- **Task**:
Write out an exact copy of the line with "let sign = (r[(i, i)]" and of each line after it, through the end of the records below.

- **The records**:

def _run_batch(inp: dict[str, np.ndarray], trials: list[int], m: int, n_ticks: int):  # type: ignore[no-untyped-def]
    n = len(trials)
    sel = np.array(trials)
    p = np.empty((n, m, 2))
    lw = np.empty((n, m))
    tk.pf_init_batch(inp["keys"][sel], p, lw, np.zeros(n), np.zeros(n), np.full(n, 20.0))
    mean = np.full((n_ticks, n, 2), np.nan)
    cov = np.full((n_ticks, n, 2, 2), np.nan)
    ess = np.full((n_ticks, n), -1.0)
    for t in range(n_ticks):
        tk.pf_step_batch(inp["keys"][sel], t, p, lw, inp["d_north"][t, sel], inp["d_east"][t, sel], inp["q"][sel],
                         inp["z"][t, sel], inp["r"][sel], inp["has"][t, sel], 0.5, AXIS, AXIS, LINEAR_GRID, np.nan,
                         inp["active"][t, sel], mean[t], cov[t], ess[t])  # fmt: skip
    return p, lw, mean, cov, ess


def test_batch_equals_single_trial_calls_and_other_batches() -> None:
    n, m, n_ticks = 7, 300, 25
    inp = _batch_inputs(n, n_ticks)
    full = _run_batch(inp, list(range(n)), m, n_ticks)
    p_full, lw_full, mean_full, cov_full, ess_full = full
    # both paths of the resampling rule and of the measurement/activity masks were taken
    assert np.any((ess_full > 0) & (ess_full < 0.5)) and np.any(ess_full >= 0.5)
    assert np.any(ess_full == -1.0) and np.any(np.isnan(ess_full))
    # one trial at a time through pf_step
    for i in range(n):
        p = np.empty((m, 2))
        lw = np.empty(m)
        tk.pf_init(inp["keys"][i], p, lw, 0.0, 0.0, 20.0)
        for t in range(n_ticks):
            if not inp["active"][t, i]:
                continue
            mean = np.empty(2)
            cov = np.empty((2, 2))
            e = tk.pf_step(inp["keys"][i], t, p, lw, inp["d_north"][t, i], inp["d_east"][t, i], inp["q"][i],
                           inp["z"][t, i], inp["r"][i], inp["has"][t, i], 0.5, AXIS, AXIS, LINEAR_GRID, np.nan,
                           mean, cov)  # fmt: skip
            np.testing.assert_array_equal(mean, mean_full[t, i])
            np.testing.assert_array_equal(cov, cov_full[t, i])
            np.testing.assert_array_equal(e, ess_full[t, i])
        np.testing.assert_array_equal(p, p_full[i])
        np.testing.assert_array_equal(lw, lw_full[i])
    # a different batch, in another order
    trials = [5, 1, 3]
    p_part, lw_part, mean_part, cov_part, ess_part = _run_batch(inp, trials, m, n_ticks)
    for j, i in enumerate(trials):
        np.testing.assert_array_equal(p_part[j], p_full[i])
        np.testing.assert_array_equal(lw_part[j], lw_full[i])
        np.testing.assert_array_equal(mean_part[:, j], mean_full[:, i])
        np.testing.assert_array_equal(cov_part[:, j], cov_full[:, i])
        np.testing.assert_array_equal(ess_part[:, j], ess_full[:, i])
    # inactive trials' outputs are not touched
    assert np.all(np.isnan(mean_full[~inp["active"]]))
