def fit_calibration(
    X: np.ndarray,
    y: Sequence[int] | np.ndarray,
    term_ids: Sequence[Any],
    target_precision: float = 0.9,
    folds: int = 5,
    total_seconds: float | None = None,
    sample_hash: str = "",
    l2: float = 1e-3,
) -> Calibration:
    """Fit a calibration to a checked sample.

    ``X``: features per hit (``hit_features``); ``y``: 1 = correct, 0 = wrong;
    ``term_ids``: the term of each hit.  The method (Platt, or isotonic on the
    Platt logit) with the higher held-out mean log-likelihood under
    term-grouped cross-validation wins (Platt on a tie).  The threshold and
    the report come from the winner's out-of-fold predictions; the map
    itself is refitted on the whole sample.  TWV thresholds are computed when
    ``total_seconds`` is given.  ``sample_hash`` defaults to a SHA-256 of the inputs.
    """
    X, yv, terms = _validate(X, y, term_ids)
    if not 0.0 < target_precision < 1.0:
        raise TrawlError("the target precision must lie strictly between 0 and 1")
    if folds < 2:
        raise TrawlError("cross-validation needs at least 2 folds")
    oof = out_of_fold(X, yv, terms, folds=folds, l2=l2)
    ll = {m: mean_log_likelihood(oof[m], yv) for m in ("platt", "isotonic")}
    method = "isotonic" if ll["isotonic"] > ll["platt"] else "platt"
    held_out = oof[method]
    threshold, _met = precision_threshold(held_out, yv, target_precision)

    pm = fit_platt(X, yv, l2=l2)
    params: dict[str, Any] = {
        "features": FEATURES if X.shape[1] == len(FEATURES) else [f"x{i}" for i in range(X.shape[1])],
        "weights": pm.weights.tolist(),
        "intercept": pm.intercept,
        "l2": l2,
    }
    if method == "isotonic":
        im = fit_isotonic(pm.logit(X), yv)
        params["iso_x"] = im.knots_x.tolist()
        params["iso_y"] = im.knots_y.tolist()

    report = calibration_report(held_out, yv, terms, threshold, target_precision)
    report["method_log_likelihood"] = ll
    report["folds"] = int(oof["fold"].max()) + 1
    report["out_of_fold"] = [round(float(p), 6) for p in held_out]  # for the reliability diagram
    report["warnings"] = oof["warnings"] + report["warnings"]

    cal = Calibration(
        method=method,
        parameters=params,
        threshold=threshold,
        target_precision=float(target_precision),
        report=report,
        sample_hash=sample_hash or _digest(X, yv, terms),
        created=_dt.date.today().isoformat(),
    )
    twv: dict[str, Any] = {
        "beta": TWV_BETA,
        "total_seconds": total_seconds,
        "rule": "accept when confidence > beta*N_true / (T + (beta-1)*N_true); N_true = sum of the term's confidences",
        "applied": False,
        "per_term": {},
    }
    if total_seconds:
        twv["per_term"] = term_thresholds(cal.confidence(X), terms, total_seconds)
        twv["note"] = "computed over the checked sample only, which under-counts N_true; search recomputes it over all hits"
    else:
        twv["note"] = "needs the total searched seconds T"
    cal.twv = twv
    return cal


# --------------------------------------------------------------------------
# reliability diagram


def reliability_svg(probs: np.ndarray, labels: np.ndarray, path: str | os.PathLike[str], bins: int = 10, title: str = "Reliability") -> None:
    """Write a reliability diagram as a standalone SVG file (written atomically).

    One bar per equal-width bin at its fraction of correct hits, a dot at the
    bin's mean confidence, the hit count above each bar, and the diagonal of
    perfect calibration.
    """
    p = np.asarray(probs, dtype=float).reshape(-1)
    y = np.asarray(labels, dtype=float).reshape(-1)
    stats = _bin_stats(p, y, bins)
    W, H, L, R, T, B = 480, 480, 70, 20, 50, 60
    pw, ph = W - L - R, H - T - B

    def sx(v: float) -> float:
        return L + v * pw

    def sy(v: float) -> float:
        return T + (1 - v) * ph

    out = [
        f'<svg xmlns="http://www.w3.org/2000/svg" width="{W}" height="{H}" viewBox="0 0 {W} {H}" font-family="sans-serif" font-size="12">',
        f'<rect x="0" y="0" width="{W}" height="{H}" fill="white"/>',
        f'<text x="{W / 2:.1f}" y="24" text-anchor="middle" font-size="15">{escape(title)} '
        f"(n={len(p)}, ECE={expected_calibration_error(p, y, bins):.3f})</text>",
    ]
    for b, (c, mp, fy) in enumerate(stats):
        if not c:
            continue
        x0, x1 = sx(b / bins), sx((b + 1) / bins)
        out.append(
            f'<rect x="{x0 + 1:.1f}" y="{sy(fy):.1f}" width="{x1 - x0 - 2:.1f}" height="{sy(0) - sy(fy):.1f}" '
            f'fill="#7fa7d9" stroke="#2c5d99"/>'
        )
        out.append(f'<circle cx="{sx(mp):.1f}" cy="{sy(fy):.1f}" r="3" fill="#c0392b"/>')
        out.append(f'<text x="{(x0 + x1) / 2:.1f}" y="{sy(fy) - 5:.1f}" text-anchor="middle" font-size="10">{c}</text>')
    out.append(f'<line x1="{sx(0)}" y1="{sy(0)}" x2="{sx(1)}" y2="{sy(1)}" stroke="#555" stroke-dasharray="5,4"/>')
    out.append(f'<line x1="{sx(0)}" y1="{sy(0)}" x2="{sx(1)}" y2="{sy(0)}" stroke="black"/>')
    out.append(f'<line x1="{sx(0)}" y1="{sy(0)}" x2="{sx(0)}" y2="{sy(1)}" stroke="black"/>')
    for i in range(6):
        v = i / 5
        out.append(f'<line x1="{sx(v):.1f}" y1="{sy(0)}" x2="{sx(v):.1f}" y2="{sy(0) + 5}" stroke="black"/>')
        out.append(f'<text x="{sx(v):.1f}" y="{sy(0) + 18}" text-anchor="middle">{v:.1f}</text>')
        out.append(f'<line x1="{sx(0) - 5}" y1="{sy(v):.1f}" x2="{sx(0)}" y2="{sy(v):.1f}" stroke="black"/>')
        out.append(f'<text x="{sx(0) - 8}" y="{sy(v) + 4:.1f}" text-anchor="end">{v:.1f}</text>')
    out.append(f'<text x="{L + pw / 2:.1f}" y="{H - 15}" text-anchor="middle">Calibrated confidence</text>')
    out.append(
        f'<text x="18" y="{T + ph / 2:.1f}" text-anchor="middle" transform="rotate(-90 18 {T + ph / 2:.1f})">'
        "Fraction of hits correct</text>"
    )
    out.append("</svg>\n")
    _atomic_write(Path(path), "\n".join(out))


# --------------------------------------------------------------------------
# choosing hits to check


def suggest_sample(hits: Sequence[Any], n: int, seed: int = 0) -> list[Any]:
    """Choose ``n`` hits to check, spread over terms and over score ranges.

    Picks are dealt round-robin over the terms (in an order shuffled by
    ``seed``) until ``n`` are dealt or every hit is taken.  Within a term
    given k picks, its hits sorted by score are cut into k equal-count
    quantile strata and one hit is drawn at random from each, so each term's
    picks span its low, middle and high scores.  Hits need ``term`` and
    ``score`` attributes; the result keeps the input order.  Deterministic
    for a given seed.
    """
    if n <= 0 or not hits:
        return []
    rng = np.random.default_rng(seed)
    by_term: dict[str, list[int]] = {}
    for i, h in enumerate(hits):
        if not math.isfinite(float(h.score)):
            raise TrawlError(f"hit {i + 1} of term '{h.term}' has no finite score")
        by_term.setdefault(str(h.term), []).append(i)
    terms = list(by_term)
    terms = [terms[j] for j in rng.permutation(len(terms))]
    quota = dict.fromkeys(terms, 0)
    left = min(int(n), len(hits))
    while left:
        for t in terms:
            if left and quota[t] < len(by_term[t]):
                quota[t] += 1
                left -= 1
    chosen: list[int] = []
    for t in terms:
        k = quota[t]
        if not k:
            continue
        idx = sorted(by_term[t], key=lambda i: (float(hits[i].score), i))
        edges = np.linspace(0, len(idx), k + 1)
        for s in range(k):
            lo, hi = int(round(edges[s])), int(round(edges[s + 1]))
            hi = max(hi, lo + 1)
            chosen.append(idx[int(rng.integers(lo, hi))])
    return [hits[i] for i in sorted(chosen)]


ADAPT_PER_ROUND = 2  # hits per term and round in an adaptation sample (best_first_sample)


def best_first_depth(n: int, n_terms: int, per_round: int = ADAPT_PER_ROUND) -> int:
    """How many of each term's best hits `best_first_sample` can reach when it picks ``n`` over
    ``n_terms`` terms: whole rounds of ``per_round``, one round at least."""
    return per_round * max(1, -(-n // (per_round * max(n_terms, 1))))
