def print_table(result: dict) -> None:
    line = "-" * 78
    print(line)
    print(f"{'cross-view retrieval':44} {'MAP':>8} {'pooled AP':>10} {'types':>7} {'tokens':>7}")
    print(line)
    ortho = result.get("new_orthography")
    if ortho:
        names = {"original": "(a) Mboshi, original spelling",
                 "original_marks_removed": "    original, tone marks removed",
                 "proxy_zero_shot": "(b) proxy spelling, zero-shot",
                 "proxy_with_rules": "(c) proxy spelling + rules file"}
        for key, name in names.items():
            r = ortho["rows"][key]
            print(f"{name:44} {fmt(r['map']):>8} {fmt(r['pooled_ap']):>10} {r['types']:>7} {ortho['tokens']:>7}")
        print(f"    rules restore {ortho['rules_restore_exact']}/{ortho['types']} spellings exactly, "
              f"{ortho['rules_restore_marks_aside']}/{ortho['types']} marks aside; "
              "all corpus types: {}/{} exactly".format(*ortho["rules_restore_corpus_types"]))
        ok = ortho["rules_recovery"] >= TARGET_RULES_RECOVERY
        print(f"    rules recovery (c)/(a) = {fmt(ortho['rules_recovery'])}  "
              f"(target >= {TARGET_RULES_RECOVERY}: {'met' if ok else 'NOT met'})")
        print_adaptation(ortho["adaptation"], ortho["tokens"], "proxy, ")
        print(line)
    synth = result.get("held_out_language")
    if synth:
        r = synth["all_types"]
        print(f"{'Swahili voice (held out), all types':44} {fmt(r['map']):>8} {fmt(r['pooled_ap']):>10} "
              f"{r['types']:>7} {synth['tokens']:>7}")
        print_adaptation(synth["adaptation"], synth["tokens"], "")
        print(line)
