#[cfg(test)]
mod tests {
    use super::*;
    use rand::{RngExt, SeedableRng};
    use rand_chacha::ChaCha8Rng;

    /// The triangle of the row-major `n x k` matrix `z`, folded by blocks of
    /// `block` rows stored row by row.
    fn fold_row_blocks(z: &[f64], n: usize, k: usize, block: usize) -> Mat<f64> {
        let ld = row_stride(k);
        let mut r = Mat::<f64>::zeros(k, k);
        let mut work = StackedQrWork::new(k);
        let mut r0 = 0;
        while r0 < n {
            let len = block.min(n - r0);
            let mut buf = vec![0.0; len * ld];
            for i in 0..len {
                buf[i * ld..i * ld + k].copy_from_slice(&z[(r0 + i) * k..(r0 + i + 1) * k]);
            }
            stacked_qr(r.as_mut(), &mut buf, ld, len, &mut work);
            r0 += len;
        }
        r
    }

    /// Wide blocks (few rows, many columns) fold correctly too.
    #[test]
    fn wide_blocks_fold_correctly() {
        let mut rng = ChaCha8Rng::seed_from_u64(11);
        for &(n, k, block) in &[
            (1700usize, 1600usize, 32usize),
            (1700, 1600, 64),
            (1700, 1100, 32),
            (1300, 1200, 256),
        ] {
            let z: Vec<f64> = (0..n * k).map(|_| rng.random_range(-1.0..1.0)).collect();
            let r = fold_row_blocks(&z, n, k, block);
            let bad = (0..k)
                .flat_map(|i| (0..k).map(move |j| (i, j)))
                .find(|&(i, j)| !r[(i, j)].is_finite());
            assert!(
                bad.is_none(),
                "{n}x{k} block {block}: non-finite R at {bad:?}"
            );
            for &(i, j) in &[(0usize, 0usize), (5, 900), (k - 1, k - 1), (k / 2, k - 3)] {
                let rtr: f64 = (0..k).map(|l| r[(l, i)] * r[(l, j)]).sum();
                let ztz: f64 = (0..n).map(|l| z[l * k + i] * z[l * k + j]).sum();
                assert!(
                    (rtr - ztz).abs() <= 1e-9 * n as f64,
                    "{n}x{k} block {block} ({i},{j}): {rtr} vs {ztz}"
                );
            }
        }
    }

    /// Stacks of random blocks: `R^T R` must equal `Z^T Z` (an identity of
    /// any QR, `Z = Q R` with orthogonal `Q`), and `|R|` must match
    /// nalgebra's Householder QR of the whole matrix row by row.
    #[test]
    fn stacked_qr_matches_gram_and_nalgebra() {
        let mut rng = ChaCha8Rng::seed_from_u64(7);
        for &(n, k, block) in &[
            (50usize, 5usize, 16usize),
            (20, 9, 20),
            (300, 21, 300),
            (300, 21, 64),
            (90, 17, 200),
            (40, 9, 3),
        ] {
            let z: Vec<f64> = (0..n * k).map(|_| rng.random_range(-1.0..1.0)).collect();
            let r = fold_row_blocks(&z, n, k, block);
            // The same stack stored column by column gives the same factor.
            let mut work = StackedQrWork::new(k);
            let mut rc = Mat::<f64>::zeros(k, k);
            let mut r0 = 0;
            while r0 < n {
                let len = block.min(n - r0);
                let mut buf = vec![0.0; k * len];
                for i in 0..len {
                    for j in 0..k {
                        buf[j * len + i] = z[(r0 + i) * k + j];
                    }
                }
                stacked_qr_by_columns(rc.as_mut(), &mut buf, len, len, &mut work);
                r0 += len;
            }
            for i in 0..k {
                for j in 0..k {
                    assert!(
                        (r[(i, j)] - rc[(i, j)]).abs() <= 1e-13 * (n as f64),
                        "{n}x{k} cols R[{i},{j}]"
                    );
                }
            }
            for i in 0..k {
                for j in 0..k {
                    let rtr: f64 = (0..k).map(|l| r[(l, i)] * r[(l, j)]).sum();
                    let ztz: f64 = (0..n).map(|l| z[l * k + i] * z[l * k + j]).sum();
                    assert!(
                        (rtr - ztz).abs() <= 1e-12 * n as f64,
                        "{n}x{k} ({i},{j}): {rtr} vs {ztz}"
                    );
                    if i > j {
                        assert_eq!(r[(i, j)], 0.0);
                    }
                }
            }
            let zm = nalgebra::DMatrix::from_row_slice(n, k, &z);
            let rn = zm.qr().r();
            for i in 0..k {
                let sign = (r[(i, i)] * rn[(i, i)]).signum();
                for j in i..k {
                    assert!(
                        (r[(i, j)] - sign * rn[(i, j)]).abs() <= 1e-12 * (n as f64).sqrt(),
                        "{n}x{k} R[{i},{j}]"
                    );
                }
            }
        }
    }
}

- **Solution to this exercise**:
                let sign = (r[(i, i)] * rn[(i, i)]).signum();
                for j in i..k {
                    assert!(
                        (r[(i, j)] - sign * rn[(i, j)]).abs() <= 1e-12 * (n as f64).sqrt(),
                        "{n}x{k} R[{i},{j}]"
                    );
                }
            }
        }
    }
}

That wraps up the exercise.